Avromi Rosenberg lives in Manchester today, but his years in Heichal HaTorah are never forgotten. He and his wife were close to the Rebbetzin and lived in the same building as the Kushelevskys. “She was wonderful to us, and we became very close, with our children calling the Rebbetzin ‘Bubby.’ She cared so much.

“She knew how to get along with everyone in their own way. The Israelis in yeshivah felt that she was one of theirs, the French, the South Africans, the British and American boys… she could talk to people in their own language. There was someone who used to call her who was mentally ill, and she listened to him too.”

When Moishy, a former student, was learning at Heichal HaTorah, he had a medical condition that occasionally flared up. “Once I returned from abroad and I said ‘shalom aleichem’ to the Rebbetzin. I mentioned that I had been in the hospital. She said, ‘Do you think I didn’t know?’ She noticed. Everything.”

The talmidim of Heichal HaTorah would be invited to the Rosh Yeshivah’s home for Shalosh Seudos. “The Rebbetzin usually didn’t stay around — we used to speak in learning with the Rosh Yeshivah. But she’d come in and say to her husband, ‘Are you sure they’re eating enough?’ ” Moishy recalls.

The Last Days

“I last spoke to the Rebbetzin three weeks before she was niftar,” says Avromi Rosenberg. “She was very ill, and I hadn’t thought I’d speak to her again, but then she spoke for 15 minutes. She told me three things in that final talk. First, ‘I don’t want you borrowing money to come visit me — don’t come!’ Second, that she was trying to arrange more help for the Rosh Yeshivah. Third, she inquired after one of my kids whom she knew had been unhappy recently. That was what was on her mind: Others. And above all, the Rosh Yeshivah.”

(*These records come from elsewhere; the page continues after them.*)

"""From the command to the first picture, and from a slider to the painted views.

Run on an idle machine: ``pytest -m benchmark tests/benchmarks/test_page_latency.py -s``.
"""

from __future__ import annotations

import statistics
import time
from collections.abc import Iterator
from typing import TYPE_CHECKING

import pytest
from tests.browser.server import served

if TYPE_CHECKING:
    from playwright.sync_api import Page

FRONT = ["Sprinkling", "Spectrum", "Counts", "Entropies"]
PAINTED = """() => window.Bokeh?.documents?.[0]?.is_idle
  && Bokeh.documents[0].get_model_by_name("Entropies")?.renderers
    .some((r) => r.data_source.get_length() > 3)"""
FIND = """const find = (root) => { for (const e of root.querySelectorAll("*")) {
  if (e.id === name + "-range") return e;
  if (e.shadowRoot) { const f = find(e.shadowRoot); if (f) return f; } } return null; };
const slider = find(document);
const frame = () => new Promise((done) => requestAnimationFrame(done));
const say = (kind) => slider.dispatchEvent(new Event(kind, { bubbles: true }));"""
# Milliseconds until the data of all views in front are new and two frames have been drawn.
MOVE = f"""async ([name, value, groups]) => {{
  {FIND}
  const data = () => groups.flatMap((g) =>
    Bokeh.documents[0].get_model_by_name(g).renderers.map((r) => r.data_source.data));
  const before = data();
  const start = performance.now();
  slider.value = value;
  say("input");
  while (data().some((d, i) => d === before[i])) {{
    await frame();
    if (performance.now() - start > 20000) throw new Error("never painted");
  }}
  while (!Bokeh.documents[0].is_idle) await frame();
  await frame();
  await frame();
  const took = performance.now() - start;
  say("change");
  return took;
}}"""
# Ten seconds of dragging; milliseconds from the last value to the last change of the picture.
DRAG = f"""async ([name, low, high]) => {{
  {FIND}
  const start = performance.now();
  for (let i = 0; performance.now() - start < 10000; i++) {{
    slider.value = low + ((high - low) * ((i * 7) % 100)) / 100;
    say("input");
    await new Promise((done) => setTimeout(done, 16));
  }}
  slider.value = (low + high) / 2;
  say("input");
  say("change");
  const end = performance.now();
  const data = () => Bokeh.documents[0].get_model_by_name("Sprinkling").renderers[1]
    .data_source.data;
  let [last, changed] = [data(), end];
  while (performance.now() - end < 4000) {{
    await frame();
    if (data() !== last) [last, changed] = [data(), performance.now()];
  }}
  return changed - end;
}}"""


@pytest.fixture(scope="module")
def address() -> Iterator[str]:
    """A running server."""
    with served(5681) as found:
        yield found


@pytest.fixture
def bench(page: Page, address: str) -> Page:
    """The page at 2 000 elements, when the sprinklings behind it have come."""
    page.goto(address)
    page.wait_for_function(PAINTED, timeout=60_000)
    box = page.locator("#elements-box")
    box.fill("2000")
    box.press("Enter")
    page.locator(".behind").wait_for(state="visible", timeout=60_000)
    page.locator(".behind").wait_for(state="hidden", timeout=300_000)
    return page


def report(what: str, times: list[float], limit: float) -> None:
    """Print the median and hold it against its limit, both in ms."""
    median = statistics.median(times)
    print(f"\n{what}: median {median:.0f} ms, {min(times):.0f} to {max(times):.0f}")
    assert median <= limit


def test_first_picture_comes_within_eight_seconds_of_the_command(page: Page) -> None:
    begin = time.monotonic()
    with served(5691) as address:
        port = time.monotonic() - begin
        page.goto(address)
        page.wait_for_function(PAINTED, timeout=60_000)
        took = time.monotonic() - begin
    print(f"\nfirst picture after {took:.1f} s, address after {port:.1f} s")
    assert took <= 8.0


def test_separation_paints_all_views_within_300_ms(bench: Page) -> None:
    times = []
    for i in range(20):
        times.append(bench.evaluate(MOVE, ["separation", 0.05 + 0.02 * i, FRONT]))
        bench.wait_for_timeout(1500)
    report("separation", times, 300.0)


def test_density_paints_all_views_within_800_ms(bench: Page) -> None:
    times = []
    for i in range(12):
        times.append(bench.evaluate(MOVE, ["elements", 710 + 3 * i, FRONT]))
        bench.wait_for_timeout(1500)
    report("elements about 2 000", times, 800.0)


@pytest.mark.parametrize(
    ("name", "low", "high"), [("separation", 0.0, 0.8), ("elements", 500, 800)]
)
def test_last_value_shows_within_a_second_of_ten_seconds_dragging(
    bench: Page, name: str, low: float, high: float
) -> None:
    late = bench.evaluate(DRAG, [name, low, high])
    print(f"\n{name}: last change {late:.0f} ms after the last value")
    assert late <= 1000.0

“She was so ill, and she was asking for her husband,” Mrs. Geisler recalls of the final weeks of Rebbetzin Sarah Leah’s life. “But when told he was abroad collecting for the yeshivah, she was completely calm. That was okay with her. When he came back early, concerned about her, she said to me, ‘I feel so bad, just because of me the Rosh Yeshivah had to hurry back and couldn’t accomplish what he needed for the yeshivah.’ I said to her, ‘Well, it’s good that he’s back for the bochurim too, so he can give shiur,’ so then she was okay with it. Whatever was for the good of the Rosh Yeshivah and the boys’ learning was good for her too.”

The Rebbetzin was nifteres on Shabbos Rosh Chodesh Nissan, the day after the end of the winter zeman. That too was fitting with her life’s mission. Her relatives and friends all agree: “There’s no way she’d have taken the Rosh Yeshivah away from shiur to sit shivah for a week in the middle of zeman.” She truly lived — and died — for Torah.